Today is different. The world is plunged into uncertainty amid two major wars, in Ukraine and Gaza, and the great powers are in engaged in full geopolitical rivalry. There is no longer a pilot in the plane.

The G7 has fallen from its pedestal.

There was a time when there was debate over whether the G7 had become the “global directorate”: the seven countries represented there had a monopoly on power, facing an economically struggling communist world, and an underdeveloped Third World — not yet called the Global South. In 1989, the G7 marking the bicentennial of the French Revolution, held in Paris, was one of those triumphant moments, welcoming as it did Mikhail Gorbachev as a guest star of sorts, on the verge of gaining a seat at the table.

Today, with the rise of China and India, the G7 no longer gathers the world’s leading economies (the group’s share in the world economy has fallen from 50% to 30% in four decades). It has become an exclusively Western club, still rich and powerful, but fallen from its pedestal.

President Ronald Reagan meeting with Soviet General Secretary Mikhail Gorbachev at Maison de Saussure during the Geneva summit
President Ronald Reagan meeting with Soviet General Secretary Mikhail Gorbachev at Maison de Saussure during the Geneva summit – Wikipedia

An unprecedented moment

The declining hegemony of the G7 is now also challenged by revisionist powers, China and Russia, and by the egalitarian demands of the South.
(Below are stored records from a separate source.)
def link_collinear(
    geoms: Sequence[LineString],
    *,
    max_gap_m: float,
    max_angle_deg: float = 10.0,
    max_offset_m: float | None = None,
    groups: Sequence | None = None,
) -> tuple[list[LineString], list[list[int]]]:
    """Join collinear lines separated by short gaps into single lines.

    Parameters
    ----------
    geoms : sequence of LineString, length N
        Lines in a metric frame (metres).
    max_gap_m : float
        Largest distance between the two ends joined, metres (keyword).
    max_angle_deg : float
        Largest difference of direction between the two lines, degrees.
        Each line's direction is its chord, taken pointing out of the end
        being joined; the two must point at each other within this angle.
    max_offset_m : float, optional
        Largest lateral offset, metres: the distance of each end from the
        other line's chord extended.  Default a quarter of ``max_gap_m``.
    groups : sequence, length N, optional
        Only lines with equal group values are joined (e.g. ``scale_m``).

    Returns
    -------
    lines : list of LineString
        Joined lines (the gap bridged by a straight segment) and the lines
        that were not joined, in order of their first member.
    members : list of list of int
        Input indices of each output line, in order along it.

    Notes
    -----
    Two ends are joinable only when each lies ahead of the other's line: the
    along-line distance from an end to the other end must not be more
    negative than ``-max_offset_m``, so parallel lines side by side are
    never joined.  Joins are accepted greedily by increasing
    ``gap + offset``; every end is joined at most once and no loop is made.
    A long chain of slightly turning joins can curve; run
    :func:`split_at_bends` afterwards to cut it again if needed.
    """
    max_gap_m = _number(max_gap_m, "max_gap_m", low=0.0)
    max_angle_deg = _number(max_angle_deg, "max_angle_deg", low=0.0, high=90.0)
    max_offset_m = max_gap_m / 4.0 if max_offset_m is None else _number(max_offset_m, "max_offset_m", low=0.0)
    geoms = list(geoms)
    n = len(geoms)
    if groups is not None and len(groups) != n:
        raise SettingsError(f"link: {len(groups)} group values for {n} lines")
    if n == 0:
        return [], []
    coords = [np.asarray(g.coords, dtype=np.float64)[:, :2] for g in geoms]
    ends = np.array([[c[0], c[-1]] for c in coords])  # (N, 2 ends, 2)
    chord = ends[:, 1] - ends[:, 0]
    norm = np.hypot(chord[:, 0], chord[:, 1])
    unit = np.divide(chord, norm[:, None], out=np.zeros_like(chord), where=norm[:, None] > 0)
    outward = np.stack((-unit, unit), axis=1)  # (N, 2, 2): direction out of each end
    pts = ends.reshape(-1, 2)
    tree = shapely.STRtree(shapely.points(pts))
    ea, eb = tree.query(shapely.points(pts), predicate="dwithin", distance=max_gap_m)
    keep = (ea // 2) < (eb // 2)
    if groups is not None:
        gv = np.asarray([str(v) for v in groups])
        keep &= gv[ea // 2] == gv[eb // 2]
    ea, eb = ea[keep], eb[keep]
    li, si = ea // 2, ea % 2
    lj, sj = eb // 2, eb % 2
    oi, oj = outward[li, si], outward[lj, sj]
    valid = (norm[li] > 0) & (norm[lj] > 0)
    delta = pts[eb] - pts[ea]  # from end a to end b
    gap = np.hypot(delta[:, 0], delta[:, 1])
    ahead_i = np.einsum("ij,ij->i", oi, delta)  # b ahead of line i's end
    ahead_j = -np.einsum("ij,ij->i", oj, delta)  # a ahead of line j's end
    lateral_i = np.abs(oi[:, 0] * delta[:, 1] - oi[:, 1] * delta[:, 0])
    lateral_j = np.abs(oj[:, 0] * delta[:, 1] - oj[:, 1] * delta[:, 0])
    facing = -np.einsum("ij,ij->i", oi, oj)  # cos of the angle between the directions
    ok = (valid & (gap <= max_gap_m) & (ahead_i >= -max_offset_m) & (ahead_j >= -max_offset_m)
          & (np.maximum(lateral_i, lateral_j) <= max_offset_m)
          & (facing >= math.cos(math.radians(max_angle_deg)) - 1e-12))
    score = gap + np.maximum(lateral_i, lateral_j)
    order = np.flatnonzero(ok)[np.argsort(score[ok], kind="stable")]
    partner = np.full(2 * n, -1, dtype=np.intp)
    uf = _UnionFind(n)
    for k in order:
        a, b = int(ea[k]), int(eb[k])
        if partner[a] >= 0 or partner[b] >= 0:
            continue
        if not uf.union(a // 2, b // 2):
            continue
        partner[a], partner[b] = b, a
    # walk each chain from a free end
    done = np.zeros(n, dtype=bool)
    lines: list[LineString] = []
    members: list[list[int]] = []
    starts = []
    for i in range(n):
        if done[i]:
            continue
        # find a free end of i's chain by walking towards end 0 of i
        line, side = i, 0
        while partner[2 * line + side] >= 0:
            nxt = partner[2 * line + side]
            line, side = nxt // 2, 1 - nxt % 2
        chain_coords, chain = [], []
        entry = side  # entering the line at this end
        while True:
            c = coords[line] if entry == 0 else coords[line][::-1]
            chain_coords.append(c)
            chain.append(int(line))
            done[line] = True
            exit_end = 2 * line + (1 - entry)
            nxt = partner[exit_end]
            if nxt < 0:
                break
            line, entry = nxt // 2, nxt % 2
        starts.append(min(chain))
        merged = np.concatenate(chain_coords)
        keep_v = np.ones(len(merged), dtype=bool)
        keep_v[1:] = np.any(np.diff(merged, axis=0) != 0, axis=1)  # drop repeated join vertices
        lines.append(LineString(merged[keep_v]) if keep_v.sum() >= 2 else LineString(merged[:2]))
        members.append(chain)
    order_out = np.argsort(starts, kind="stable")
    return [lines[k] for k in order_out], [members[k] for k in order_out]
The Western model itself is contested from within.

And this is what’s at stake in the upcoming American and French elections, with the rise of sovereignist forces, breaking away from the liberal, internationalist model that dominated until recently.

We are not in 1989, with walls falling all around us.

Donald Trump, Brexit and now the far-right surge in France and Europe all have in common — although in different contexts — a desire to end the dominant model of globalization. G7 leaders realized this too late and are yet to respond convincingly to this dual challenge, both internal and external.

This is what makes the aforementioned uncertainty so perilous: Assaults from authoritarian or dictatorial regimes are only met with a loss of internal legitimacy. We are not in 1989, with walls falling all around us; but in an unprecedented moment, where no one can tell what kind of world we are entering. The fragile G7 in Italy reflects this dizzying moment.